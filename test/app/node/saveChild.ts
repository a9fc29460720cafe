/**
 * Child process for the interrupted-save tests (run with `node --import tsx`).
 *   mid-write TARGET BYTES   starts an atomic save of BYTES bytes, reports "half" on stdout when
 *                            half is in the temporary file, then blocks until killed.
 *   loop TARGET A B          saves the texts of files A and B over TARGET alternately, forever,
 *                            reporting "started" after the first save.
 *   save TARGET TEXT         saves TEXT over TARGET once; prints "saved", or the error's message
 *                            (exit code 3). The non-writable-folder test runs it as an
 *                            unprivileged user when the tests run as root.
 */
import { readFileSync, writeSync } from 'node:fs';
import { atomicWriteFile } from '../../../app/node/files.ts';

const [mode, target, ...rest] = process.argv.slice(2);
const block = (): void => {
  Atomics.wait(new Int32Array(new SharedArrayBuffer(4)), 0, 0);
};

if (mode === 'mid-write') {
  const bytes = Number(rest[0]);
  const data = Buffer.alloc(bytes, 0x7a);
  let told = false;
  await atomicWriteFile(target, data, {
    chunkSize: 1 << 16,
    onProgress(written, total) {
      if (!told && written >= total / 2) {
        told = true;
        writeSync(1, 'half\n');
        block();
      }
    },
  });
} else if (mode === 'loop') {
  const texts = [readFileSync(rest[0], 'utf8'), readFileSync(rest[1], 'utf8')];
  for (let k = 0; ; k++) {
    await atomicWriteFile(target, texts[k % 2], { chunkSize: 1 << 14 });
    if (k === 0) writeSync(1, 'started\n');
  }
} else if (mode === 'save') {
  try {
    await atomicWriteFile(target, rest[0]);
    writeSync(1, 'saved\n');
  } catch (e) {
    writeSync(1, `${(e as Error).message}\n`);
    process.exitCode = 3;
  }
} else {
  writeSync(2, `unknown mode ${mode}\n`);
  process.exit(64);
}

- _Exercise_
Restate every entry above word for word.

- _Exercise response_
filename test/app/node/saveChild.ts
repository a9fc29460720cafe
/**
 * Child process for the interrupted-save tests (run with `node --import tsx`).
 *   mid-write TARGET BYTES   starts an atomic save of BYTES bytes, reports "half" on stdout when
 *                            half is in the temporary file, then blocks until killed.
 *   loop TARGET A B          saves the texts of files A and B over TARGET alternately, forever,
 *                            reporting "started" after the first save.
 *   save TARGET TEXT         saves TEXT over TARGET once; prints "saved", or the error's message
 *                            (exit code 3). The non-writable-folder test runs it as an
 *                            unprivileged user when the tests run as root.
 */
import { readFileSync, writeSync } from 'node:fs';
import { atomicWriteFile } from '../../../app/node/files.ts';

const [mode, target, ...rest] = process.argv.slice(2);
const block = (): void => {
  Atomics.wait(new Int32Array(new SharedArrayBuffer(4)), 0, 0);
};

if (mode === 'mid-write') {
  const bytes = Number(rest[0]);
  const data = Buffer.alloc(bytes, 0x7a);
  let told = false;
  await atomicWriteFile(target, data, {
    chunkSize: 1 << 16,
    onProgress(written, total) {
      if (!told && written >= total / 2) {
        told = true;
        writeSync(1, 'half\n');
        block();
      }
    },
  });
} else if (mode === 'loop') {
  const texts = [readFileSync(rest[0], 'utf8'), readFileSync(rest[1], 'utf8')];
  for (let k = 0; ; k++) {
    await atomicWriteFile(target, texts[k % 2], { chunkSize: 1 << 14 });
    if (k === 0) writeSync(1, 'started\n');
  }
} else if (mode === 'save') {
  try {
    await atomicWriteFile(target, rest[0]);
    writeSync(1, 'saved\n');
  } catch (e) {
    writeSync(1, `${(e as Error).message}\n`);
    process.exitCode = 3;
  }
} else {
  writeSync(2, `unknown mode ${mode}\n`);
  process.exit(64);
}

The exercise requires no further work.